-- Given records follows --

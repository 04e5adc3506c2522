namespace DistillPlan.Core.Scale;

/// <summary>
/// A vertical jacketed vessel: a cylinder on a 2:1 elliptical bottom head (the usual dished
/// end), with the straight side as tall as the diameter at the working volume and the jacket
/// over the head and the straight side up to the working level (rules of thumb for stirred
/// vessels, from memory). The wetted area at a level is the head's wetted surface plus the
/// wetted straight side; it is integrated numerically from the head's shape.
/// </summary>
public sealed class VesselGeometry : IHeatedGeometry
{
    /// <summary>Straight-side height over diameter at the working volume (rule of thumb).</summary>
    public const double StraightSideOverDiameter = 1.0;

    /// <summary>A vessel of this working volume [m³].</summary>
    public VesselGeometry(double workingVolumeM3)
    {
        if (!(workingVolumeM3 > 0) || !double.IsFinite(workingVolumeM3)) throw new ArgumentOutOfRangeException(nameof(workingVolumeM3), workingVolumeM3, "a working volume above zero");
        WorkingVolumeM3 = workingVolumeM3;
        // V = πD³/24 (2:1 head) + πD²/4 · kD (straight side k·D): solve for D.
        DiameterM = Math.Cbrt(workingVolumeM3 / (Math.PI * (1.0 / 24 + StraightSideOverDiameter / 4)));
        HeadDepthM = DiameterM / 4;
        HeadVolumeM3 = Math.PI * Math.Pow(DiameterM, 3) / 24;
        HeadAreaM2 = CapArea(HeadDepthM);
    }

    /// <summary>Working volume [m³].</summary>
    public double WorkingVolumeM3 { get; }
    /// <summary>Inside diameter [m].</summary>
    public double DiameterM { get; }
    /// <summary>Depth of the dished head [m] (D/4 for a 2:1 elliptical head).</summary>
    public double HeadDepthM { get; }
    /// <summary>Volume of the head [m³] (πD³/24).</summary>
    public double HeadVolumeM3 { get; }
    /// <summary>Inside surface of the head [m²] (about 1.08·D² for a 2:1 head).</summary>
    public double HeadAreaM2 { get; }

    /// <inheritdoc />
    public double WettedAreaM2(double liquidM3)
    {
        double v = Math.Clamp(liquidM3, 0, WorkingVolumeM3);
        if (v >= HeadVolumeM3) return HeadAreaM2 + 4 * (v - HeadVolumeM3) / DiameterM; // πD·(ΔV / (πD²/4))
        return CapArea(LevelInHead(v));
    }

    /// <inheritdoc />
    public string Describe() =>
        $"a cylinder on a 2:1 dished bottom, straight side as tall as the diameter ({DiameterM:0.00} m), jacket up to the working level";

    // The head as half an oblate spheroid, semi-axes a = D/2 across and c = D/4 deep; z from the bottom.
    private double A => DiameterM / 2;

    private double CapVolume(double z) => Math.PI * A * A / (HeadDepthM * HeadDepthM) * (HeadDepthM * z * z - z * z * z / 3);

    private double LevelInHead(double v)
    {
        double lo = 0, hi = HeadDepthM;
        for (int i = 0; i < 60; i++)
        {
            double z = 0.5 * (lo + hi);
            if (CapVolume(z) < v) lo = z; else hi = z;
        }
        return 0.5 * (lo + hi);
    }

    // Surface of revolution: ∫ 2π r √(1 + r'²) dz = ∫ 2π √(r² + (r r')²) dz, smooth at the bottom; Simpson's rule.
    private double CapArea(double z)
    {
        double a = A, c = HeadDepthM;
        double F(double s)
        {
            double u = (c - s) / c;
            double r2 = a * a * (1 - u * u);
            double rr = a * a / (c * c) * (c - s);
            return 2 * Math.PI * Math.Sqrt(Math.Max(r2, 0) + rr * rr);
        }
        const int n = 200;
        double h = z / n, sum = F(0) + F(z);
        for (int i = 1; i < n; i++) sum += (i % 2 == 1 ? 4 : 2) * F(i * h);
        return sum * h / 3;
    }
}
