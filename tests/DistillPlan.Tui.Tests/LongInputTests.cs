using DistillPlan.Tui.Model;
using Terminal.Gui.Input;

namespace DistillPlan.Tui.Tests;

/// <summary>
/// Issue 14, item 1: a paste of 3,000 characters into the charge field froze the screen for minutes
/// (Terminal.Gui's text field slows with every character it holds). Entries now take a bounded
/// amount and say so; nothing here is timed.
/// </summary>
[Collection(TerminalCollection.Name)]
public sealed class LongInputTests
{
    [Fact]
    public void A_paste_of_thousands_of_characters_into_the_charge_is_cut_at_the_limit_and_the_field_says_so()
    {
        var held = new HeldScheduler();
        using var h = new PlannerHarness(vm: new PlannerViewModel(TestLibrary.Library) { Scheduler = held });
        h.Window.Charge.ChargeEntry.SetFocus();
        h.Type(string.Concat(Enumerable.Repeat("ethanol=1,", 300)));
        Assert.True(h.Vm.Document.Charge.Length <= Views.EntryLimit.Field, $"{h.Vm.Document.Charge.Length} characters taken");
        Assert.Contains("limit: 400 characters", h.Screen());
        // Planning is requested per edit but only the last request matters; the edits stop at the limit.
        Assert.True(held.Held.Count <= Views.EntryLimit.Field + 1);
    }

    [Fact]
    public void The_search_takes_a_name_length_and_no_more()
    {
        using var h = new PlannerHarness();
        h.Type(new string('x', 500));
        Assert.True(((Terminal.Gui.Views.TextField)h.Window.Charge.SearchField).Text.Length <= Views.EntryLimit.Search);
    }
}

/// <summary>Issue 13: a plan file with close to a megabyte of notes froze the text UI for minutes (the notes view and a list filled line by line).</summary>
[Collection(TerminalCollection.Name)]
public sealed class LongNotesTests
{
    [Fact]
    public void A_plan_with_huge_notes_opens_keeps_the_notes_and_shows_them_read_only()
    {
        string dir = Directory.CreateTempSubdirectory("dp-notes-").FullName;
        try
        {
            string line = "Line of notes about the batch, with some words and a number 42.";
            var notes = string.Join("\n", Enumerable.Repeat(line, 12_000));
            string path = Path.Combine(dir, "big.yaml");
            File.WriteAllText(path, "format: distillplan-plan/1\ntitle: \"big\"\nnotes: |-\n"
                + string.Concat(notes.Split('\n').Select(l => "  " + l + "\n")) + "charge:\n  solvents: \"ethanol\"\n");
            var vm = new PlannerViewModel(TestLibrary.Library);
            vm.Open(path);
            using var h = new PlannerHarness(vm: vm);
            string screen = h.Screen();
            Assert.Contains("Bath 60.0 °C", screen);
            Assert.Equal(notes, vm.Document.Notes);
            Assert.False(vm.IsDirty);
            Assert.True(vm.Document.Notes.Length > Views.ChargePane.NotesEditLimit);
        }
        finally { Directory.Delete(dir, recursive: true); }
    }
}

-- Given records concluded --

What to work on: Write the data out again. Match it word for word.

Answer area:
repository 04e5adc3506c2522
namespace DistillPlan.Core.Scale;

/// <summary>
/// A vertical jacketed vessel: a cylinder on a 2:1 elliptical bottom head (the usual dished
/// end), with the straight side as tall as the diameter at the working volume and the jacket
/// over the head and the straight side up to the working level (rules of thumb for stirred
/// vessels, from memory). The wetted area at a level is the head's wetted surface plus the
/// wetted straight side; it is integrated numerically from the head's shape.
/// </summary>
public sealed class VesselGeometry : IHeatedGeometry
{
    /// <summary>Straight-side height over diameter at the working volume (rule of thumb).</summary>
    public const double StraightSideOverDiameter = 1.0;

    /// <summary>A vessel of this working volume [m³].</summary>
    public VesselGeometry(double workingVolumeM3)
    {
        if (!(workingVolumeM3 > 0) || !double.IsFinite(workingVolumeM3)) throw new ArgumentOutOfRangeException(nameof(workingVolumeM3), workingVolumeM3, "a working volume above zero");
        WorkingVolumeM3 = workingVolumeM3;
        // V = πD³/24 (2:1 head) + πD²/4 · kD (straight side k·D): solve for D.
        DiameterM = Math.Cbrt(workingVolumeM3 / (Math.PI * (1.0 / 24 + StraightSideOverDiameter / 4)));
        HeadDepthM = DiameterM / 4;
        HeadVolumeM3 = Math.PI * Math.Pow(DiameterM, 3) / 24;
        HeadAreaM2 = CapArea(HeadDepthM);
    }

    /// <summary>Working volume [m³].</summary>
    public double WorkingVolumeM3 { get; }
    /// <summary>Inside diameter [m].</summary>
    public double DiameterM { get; }
    /// <summary>Depth of the dished head [m] (D/4 for a 2:1 elliptical head).</summary>
    public double HeadDepthM { get; }
    /// <summary>Volume of the head [m³] (πD³/24).</summary>
    public double HeadVolumeM3 { get; }
    /// <summary>Inside surface of the head [m²] (about 1.08·D² for a 2:1 head).</summary>
    public double HeadAreaM2 { get; }

    /// <inheritdoc />
    public double WettedAreaM2(double liquidM3)
    {
        double v = Math.Clamp(liquidM3, 0, WorkingVolumeM3);
        if (v >= HeadVolumeM3) return HeadAreaM2 + 4 * (v - HeadVolumeM3) / DiameterM; // πD·(ΔV / (πD²/4))
        return CapArea(LevelInHead(v));
    }

    /// <inheritdoc />
    public string Describe() =>
        $"a cylinder on a 2:1 dished bottom, straight side as tall as the diameter ({DiameterM:0.00} m), jacket up to the working level";

    // The head as half an oblate spheroid, semi-axes a = D/2 across and c = D/4 deep; z from the bottom.
    private double A => DiameterM / 2;

    private double CapVolume(double z) => Math.PI * A * A / (HeadDepthM * HeadDepthM) * (HeadDepthM * z * z - z * z * z / 3);

    private double LevelInHead(double v)
    {
        double lo = 0, hi = HeadDepthM;
        for (int i = 0; i < 60; i++)
        {
            double z = 0.5 * (lo + hi);
            if (CapVolume(z) < v) lo = z; else hi = z;
        }
        return 0.5 * (lo + hi);
    }

    // Surface of revolution: ∫ 2π r √(1 + r'²) dz = ∫ 2π √(r² + (r r')²) dz, smooth at the bottom; Simpson's rule.
    private double CapArea(double z)
    {
        double a = A, c = HeadDepthM;
        double F(double s)
        {
            double u = (c - s) / c;
            double r2 = a * a * (1 - u * u);
            double rr = a * a / (c * c) * (c - s);
            return 2 * Math.PI * Math.Sqrt(Math.Max(r2, 0) + rr * rr);
        }
        const int n = 200;
        double h = z / n, sum = F(0) + F(z);
        for (int i = 1; i < n; i++) sum += (i % 2 == 1 ? 4 : 2) * F(i * h);
        return sum * h / 3;
    }
}
filename tests/DistillPlan.Tui.Tests/LongInputTests.cs
using DistillPlan.Tui.Model;
using Terminal.Gui.Input;

namespace DistillPlan.Tui.Tests;

/// <summary>
/// Issue 14, item 1: a paste of 3,000 characters into the charge field froze the screen for minutes
/// (Terminal.Gui's text field slows with every character it holds). Entries now take a bounded
/// amount and say so; nothing here is timed.
/// </summary>
[Collection(TerminalCollection.Name)]
public sealed class LongInputTests
{
    [Fact]
    public void A_paste_of_thousands_of_characters_into_the_charge_is_cut_at_the_limit_and_the_field_says_so()
    {
        var held = new HeldScheduler();
        using var h = new PlannerHarness(vm: new PlannerViewModel(TestLibrary.Library) { Scheduler = held });
        h.Window.Charge.ChargeEntry.SetFocus();
        h.Type(string.Concat(Enumerable.Repeat("ethanol=1,", 300)));
        Assert.True(h.Vm.Document.Charge.Length <= Views.EntryLimit.Field, $"{h.Vm.Document.Charge.Length} characters taken");
        Assert.Contains("limit: 400 characters", h.Screen());
        // Planning is requested per edit but only the last request matters; the edits stop at the limit.
        Assert.True(held.Held.Count <= Views.EntryLimit.Field + 1);
    }

    [Fact]
    public void The_search_takes_a_name_length_and_no_more()
    {
        using var h = new PlannerHarness();
        h.Type(new string('x', 500));
        Assert.True(((Terminal.Gui.Views.TextField)h.Window.Charge.SearchField).Text.Length <= Views.EntryLimit.Search);
    }
}

/// <summary>Issue 13: a plan file with close to a megabyte of notes froze the text UI for minutes (the notes view and a list filled line by line).</summary>
[Collection(TerminalCollection.Name)]
public sealed class LongNotesTests
{
    [Fact]
    public void A_plan_with_huge_notes_opens_keeps_the_notes_and_shows_them_read_only()
    {
        string dir = Directory.CreateTempSubdirectory("dp-notes-").FullName;
        try
        {
            string line = "Line of notes about the batch, with some words and a number 42.";
            var notes = string.Join("\n", Enumerable.Repeat(line, 12_000));
            string path = Path.Combine(dir, "big.yaml");
            File.WriteAllText(path, "format: distillplan-plan/1\ntitle: \"big\"\nnotes: |-\n"
                + string.Concat(notes.Split('\n').Select(l => "  " + l + "\n")) + "charge:\n  solvents: \"ethanol\"\n");
            var vm = new PlannerViewModel(TestLibrary.Library);
            vm.Open(path);
            using var h = new PlannerHarness(vm: vm);
            string screen = h.Screen();
            Assert.Contains("Bath 60.0 °C", screen);
            Assert.Equal(notes, vm.Document.Notes);
            Assert.False(vm.IsDirty);
            Assert.True(vm.Document.Notes.Length > Views.ChargePane.NotesEditLimit);
        }
        finally { Directory.Delete(dir, recursive: true); }
    }
}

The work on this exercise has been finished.